**WHAT YOU HAVE TO DO:**
In the listing below, find the line holding "3 if method.kind" and the line holding "text = present(inspect.getdoc(method.load()))". Write out those two lines and all lines between, exactly, and nothing more.
──────
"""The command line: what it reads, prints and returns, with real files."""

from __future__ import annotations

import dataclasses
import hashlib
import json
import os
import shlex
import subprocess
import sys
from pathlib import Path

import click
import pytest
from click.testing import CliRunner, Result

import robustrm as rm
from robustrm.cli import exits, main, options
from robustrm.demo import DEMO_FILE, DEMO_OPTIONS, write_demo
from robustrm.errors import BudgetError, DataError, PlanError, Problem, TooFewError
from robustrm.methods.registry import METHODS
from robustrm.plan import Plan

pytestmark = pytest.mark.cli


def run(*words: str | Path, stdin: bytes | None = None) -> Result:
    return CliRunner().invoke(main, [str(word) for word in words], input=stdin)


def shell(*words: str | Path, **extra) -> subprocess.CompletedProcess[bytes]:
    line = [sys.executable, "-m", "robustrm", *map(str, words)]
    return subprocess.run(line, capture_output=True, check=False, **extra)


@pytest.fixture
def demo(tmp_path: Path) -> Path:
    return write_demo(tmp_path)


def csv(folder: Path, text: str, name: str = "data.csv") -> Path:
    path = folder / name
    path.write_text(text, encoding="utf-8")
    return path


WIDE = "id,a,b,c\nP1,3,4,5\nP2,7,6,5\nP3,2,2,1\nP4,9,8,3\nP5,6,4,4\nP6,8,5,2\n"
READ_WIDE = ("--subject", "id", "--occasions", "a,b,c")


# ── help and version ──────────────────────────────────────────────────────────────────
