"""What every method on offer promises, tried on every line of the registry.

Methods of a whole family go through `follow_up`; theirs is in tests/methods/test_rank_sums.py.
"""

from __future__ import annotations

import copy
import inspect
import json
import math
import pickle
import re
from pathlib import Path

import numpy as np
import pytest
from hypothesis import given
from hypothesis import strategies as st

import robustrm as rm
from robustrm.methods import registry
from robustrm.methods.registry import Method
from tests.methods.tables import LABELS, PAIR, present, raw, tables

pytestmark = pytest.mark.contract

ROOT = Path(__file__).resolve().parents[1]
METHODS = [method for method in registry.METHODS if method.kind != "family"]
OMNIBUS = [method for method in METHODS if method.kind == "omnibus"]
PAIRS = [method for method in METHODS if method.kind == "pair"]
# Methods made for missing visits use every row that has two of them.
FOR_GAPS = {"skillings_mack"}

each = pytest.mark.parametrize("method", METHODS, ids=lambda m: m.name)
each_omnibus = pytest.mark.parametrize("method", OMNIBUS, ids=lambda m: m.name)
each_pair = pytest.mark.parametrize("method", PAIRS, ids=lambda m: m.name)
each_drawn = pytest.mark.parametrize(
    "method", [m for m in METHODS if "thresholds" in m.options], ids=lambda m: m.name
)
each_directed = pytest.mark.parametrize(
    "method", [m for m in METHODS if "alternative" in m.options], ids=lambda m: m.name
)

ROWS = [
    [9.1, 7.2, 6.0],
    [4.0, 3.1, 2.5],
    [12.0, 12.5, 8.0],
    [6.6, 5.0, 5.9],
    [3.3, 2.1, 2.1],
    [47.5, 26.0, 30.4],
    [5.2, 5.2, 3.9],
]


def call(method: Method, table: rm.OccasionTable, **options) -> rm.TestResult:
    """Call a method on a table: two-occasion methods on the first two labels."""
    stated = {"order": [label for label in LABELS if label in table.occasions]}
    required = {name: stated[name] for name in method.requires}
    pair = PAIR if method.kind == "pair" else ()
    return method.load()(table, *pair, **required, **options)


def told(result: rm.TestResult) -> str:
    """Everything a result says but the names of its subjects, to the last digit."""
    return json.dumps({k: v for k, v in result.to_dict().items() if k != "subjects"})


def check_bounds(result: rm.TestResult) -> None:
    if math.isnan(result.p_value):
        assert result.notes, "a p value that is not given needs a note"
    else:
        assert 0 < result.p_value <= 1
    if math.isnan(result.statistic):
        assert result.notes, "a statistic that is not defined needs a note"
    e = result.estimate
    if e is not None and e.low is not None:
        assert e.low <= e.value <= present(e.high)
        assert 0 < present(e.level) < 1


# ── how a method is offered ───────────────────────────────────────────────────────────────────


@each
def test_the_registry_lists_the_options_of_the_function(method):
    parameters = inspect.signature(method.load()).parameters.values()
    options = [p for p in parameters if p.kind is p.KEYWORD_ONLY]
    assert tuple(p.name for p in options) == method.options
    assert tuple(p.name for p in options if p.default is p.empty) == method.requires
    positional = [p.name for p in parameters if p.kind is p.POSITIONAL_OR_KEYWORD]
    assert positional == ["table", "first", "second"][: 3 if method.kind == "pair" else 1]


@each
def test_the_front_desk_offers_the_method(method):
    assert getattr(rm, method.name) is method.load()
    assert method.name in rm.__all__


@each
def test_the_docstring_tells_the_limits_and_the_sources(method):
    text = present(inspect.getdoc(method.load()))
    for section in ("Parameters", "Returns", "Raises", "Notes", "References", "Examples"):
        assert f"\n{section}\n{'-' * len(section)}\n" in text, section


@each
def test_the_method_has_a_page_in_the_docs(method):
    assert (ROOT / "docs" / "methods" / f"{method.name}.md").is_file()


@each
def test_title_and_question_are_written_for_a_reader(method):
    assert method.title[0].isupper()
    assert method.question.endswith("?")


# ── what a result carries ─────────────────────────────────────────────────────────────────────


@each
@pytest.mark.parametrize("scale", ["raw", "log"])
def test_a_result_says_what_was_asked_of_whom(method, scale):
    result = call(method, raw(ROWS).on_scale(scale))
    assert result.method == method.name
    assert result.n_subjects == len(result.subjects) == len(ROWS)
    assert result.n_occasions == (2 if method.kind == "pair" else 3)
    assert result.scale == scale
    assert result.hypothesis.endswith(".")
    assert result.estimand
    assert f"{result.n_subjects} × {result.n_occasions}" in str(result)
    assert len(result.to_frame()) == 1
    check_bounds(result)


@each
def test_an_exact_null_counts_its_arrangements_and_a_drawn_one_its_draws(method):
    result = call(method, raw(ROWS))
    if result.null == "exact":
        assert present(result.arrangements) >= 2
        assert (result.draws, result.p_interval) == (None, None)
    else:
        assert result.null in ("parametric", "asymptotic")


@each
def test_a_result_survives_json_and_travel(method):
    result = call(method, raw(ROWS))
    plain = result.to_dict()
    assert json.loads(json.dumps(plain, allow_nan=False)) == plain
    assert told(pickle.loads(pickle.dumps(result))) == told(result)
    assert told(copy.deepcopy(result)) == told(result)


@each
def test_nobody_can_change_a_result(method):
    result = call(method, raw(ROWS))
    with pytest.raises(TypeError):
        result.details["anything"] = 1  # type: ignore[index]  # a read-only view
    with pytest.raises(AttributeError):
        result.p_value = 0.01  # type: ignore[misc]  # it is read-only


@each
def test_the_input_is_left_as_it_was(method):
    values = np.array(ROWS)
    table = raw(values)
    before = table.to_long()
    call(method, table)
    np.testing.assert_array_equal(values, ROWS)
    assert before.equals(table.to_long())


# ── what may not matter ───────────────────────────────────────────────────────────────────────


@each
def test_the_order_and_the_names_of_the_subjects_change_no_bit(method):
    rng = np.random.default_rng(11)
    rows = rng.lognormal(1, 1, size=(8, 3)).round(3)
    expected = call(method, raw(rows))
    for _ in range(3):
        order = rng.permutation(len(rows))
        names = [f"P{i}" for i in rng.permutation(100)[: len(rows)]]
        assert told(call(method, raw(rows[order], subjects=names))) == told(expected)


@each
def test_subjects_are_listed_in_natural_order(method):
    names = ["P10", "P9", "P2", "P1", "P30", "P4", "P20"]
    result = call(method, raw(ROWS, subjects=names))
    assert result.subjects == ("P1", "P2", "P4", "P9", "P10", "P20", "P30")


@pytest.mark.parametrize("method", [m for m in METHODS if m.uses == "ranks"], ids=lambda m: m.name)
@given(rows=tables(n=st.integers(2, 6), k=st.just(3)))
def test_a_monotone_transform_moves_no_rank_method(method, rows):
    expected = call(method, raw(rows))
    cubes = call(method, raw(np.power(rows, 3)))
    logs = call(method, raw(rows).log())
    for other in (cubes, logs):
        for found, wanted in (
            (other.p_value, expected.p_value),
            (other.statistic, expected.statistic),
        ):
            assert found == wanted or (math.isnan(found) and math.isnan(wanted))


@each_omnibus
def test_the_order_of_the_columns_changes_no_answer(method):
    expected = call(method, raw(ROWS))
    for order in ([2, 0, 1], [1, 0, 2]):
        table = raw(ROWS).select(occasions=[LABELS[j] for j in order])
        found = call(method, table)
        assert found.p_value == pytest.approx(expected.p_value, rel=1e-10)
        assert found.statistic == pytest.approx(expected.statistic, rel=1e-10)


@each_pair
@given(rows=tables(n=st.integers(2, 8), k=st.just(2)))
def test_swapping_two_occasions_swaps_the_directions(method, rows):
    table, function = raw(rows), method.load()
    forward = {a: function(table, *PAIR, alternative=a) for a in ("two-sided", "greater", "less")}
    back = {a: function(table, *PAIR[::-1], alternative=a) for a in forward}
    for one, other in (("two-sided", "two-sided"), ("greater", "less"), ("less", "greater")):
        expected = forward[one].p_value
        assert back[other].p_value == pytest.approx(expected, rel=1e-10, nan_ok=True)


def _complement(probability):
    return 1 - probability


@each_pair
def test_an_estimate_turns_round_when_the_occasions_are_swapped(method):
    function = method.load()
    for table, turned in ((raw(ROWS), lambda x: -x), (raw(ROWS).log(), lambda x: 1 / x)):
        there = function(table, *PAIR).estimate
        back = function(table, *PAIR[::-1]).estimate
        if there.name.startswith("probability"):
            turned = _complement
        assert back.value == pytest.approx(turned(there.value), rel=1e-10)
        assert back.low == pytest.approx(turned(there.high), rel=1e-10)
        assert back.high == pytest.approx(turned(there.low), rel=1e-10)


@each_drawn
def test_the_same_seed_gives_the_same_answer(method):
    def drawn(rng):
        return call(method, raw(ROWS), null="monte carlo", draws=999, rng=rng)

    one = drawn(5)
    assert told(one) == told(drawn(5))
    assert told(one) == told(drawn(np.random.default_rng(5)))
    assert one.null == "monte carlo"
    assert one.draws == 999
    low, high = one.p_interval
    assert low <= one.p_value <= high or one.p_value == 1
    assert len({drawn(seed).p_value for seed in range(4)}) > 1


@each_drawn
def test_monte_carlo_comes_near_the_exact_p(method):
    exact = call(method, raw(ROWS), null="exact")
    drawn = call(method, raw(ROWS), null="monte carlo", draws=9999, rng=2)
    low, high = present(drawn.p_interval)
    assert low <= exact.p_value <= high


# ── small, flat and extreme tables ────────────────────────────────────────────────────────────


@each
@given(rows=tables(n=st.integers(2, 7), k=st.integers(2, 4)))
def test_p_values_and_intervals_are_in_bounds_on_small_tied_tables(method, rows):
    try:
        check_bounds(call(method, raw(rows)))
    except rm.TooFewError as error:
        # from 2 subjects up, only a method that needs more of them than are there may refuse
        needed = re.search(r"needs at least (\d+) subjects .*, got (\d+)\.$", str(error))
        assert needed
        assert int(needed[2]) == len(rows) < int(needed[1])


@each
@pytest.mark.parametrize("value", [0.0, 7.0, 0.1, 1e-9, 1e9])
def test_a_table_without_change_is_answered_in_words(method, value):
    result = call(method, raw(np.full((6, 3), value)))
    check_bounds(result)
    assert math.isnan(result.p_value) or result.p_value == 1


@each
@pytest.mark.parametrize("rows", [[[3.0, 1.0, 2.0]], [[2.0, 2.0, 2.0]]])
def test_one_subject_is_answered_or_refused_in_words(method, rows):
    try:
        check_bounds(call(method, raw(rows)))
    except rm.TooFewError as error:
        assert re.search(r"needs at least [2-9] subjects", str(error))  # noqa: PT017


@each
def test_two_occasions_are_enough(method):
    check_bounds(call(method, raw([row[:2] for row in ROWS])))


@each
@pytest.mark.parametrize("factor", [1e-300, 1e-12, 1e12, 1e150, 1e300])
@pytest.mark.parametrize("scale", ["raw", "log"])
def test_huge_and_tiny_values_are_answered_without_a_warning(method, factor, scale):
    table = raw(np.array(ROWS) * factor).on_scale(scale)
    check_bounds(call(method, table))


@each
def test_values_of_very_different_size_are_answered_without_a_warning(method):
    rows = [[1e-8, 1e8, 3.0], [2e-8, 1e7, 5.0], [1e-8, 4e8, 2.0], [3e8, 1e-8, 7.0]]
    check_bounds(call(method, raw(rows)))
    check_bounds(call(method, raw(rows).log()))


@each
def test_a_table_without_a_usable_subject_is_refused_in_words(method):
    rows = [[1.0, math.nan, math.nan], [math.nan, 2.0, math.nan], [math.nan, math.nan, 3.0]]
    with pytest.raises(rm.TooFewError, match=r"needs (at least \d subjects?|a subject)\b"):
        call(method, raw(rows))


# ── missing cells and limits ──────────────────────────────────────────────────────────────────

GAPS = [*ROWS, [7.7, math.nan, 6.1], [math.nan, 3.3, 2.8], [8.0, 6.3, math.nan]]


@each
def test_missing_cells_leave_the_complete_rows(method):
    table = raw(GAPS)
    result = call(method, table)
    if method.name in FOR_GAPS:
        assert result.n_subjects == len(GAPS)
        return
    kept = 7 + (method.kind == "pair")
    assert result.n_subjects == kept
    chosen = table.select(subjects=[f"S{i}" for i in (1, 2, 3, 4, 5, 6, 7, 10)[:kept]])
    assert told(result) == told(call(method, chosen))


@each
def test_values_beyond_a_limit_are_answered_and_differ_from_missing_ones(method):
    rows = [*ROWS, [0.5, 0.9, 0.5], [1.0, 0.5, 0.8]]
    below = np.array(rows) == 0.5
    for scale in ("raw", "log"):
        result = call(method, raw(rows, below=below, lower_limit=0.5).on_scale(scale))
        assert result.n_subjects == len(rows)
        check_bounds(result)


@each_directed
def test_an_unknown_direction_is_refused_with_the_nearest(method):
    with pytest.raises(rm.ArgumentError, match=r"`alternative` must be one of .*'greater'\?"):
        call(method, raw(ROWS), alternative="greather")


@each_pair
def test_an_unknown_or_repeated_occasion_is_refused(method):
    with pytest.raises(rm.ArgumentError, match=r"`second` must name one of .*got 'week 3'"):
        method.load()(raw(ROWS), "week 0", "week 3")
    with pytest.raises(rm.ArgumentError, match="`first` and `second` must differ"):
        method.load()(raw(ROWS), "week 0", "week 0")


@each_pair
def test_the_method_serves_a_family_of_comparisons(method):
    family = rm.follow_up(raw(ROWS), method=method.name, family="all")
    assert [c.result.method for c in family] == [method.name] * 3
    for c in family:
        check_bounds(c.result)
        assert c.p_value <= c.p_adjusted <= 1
──────
**SOLVED PROBLEM:**
    assert positional == ["table", "first", "second"][: 3 if method.kind == "pair" else 1]


@each
def test_the_front_desk_offers_the_method(method):
    assert getattr(rm, method.name) is method.load()
    assert method.name in rm.__all__


@each
def test_the_docstring_tells_the_limits_and_the_sources(method):
    text = present(inspect.getdoc(method.load()))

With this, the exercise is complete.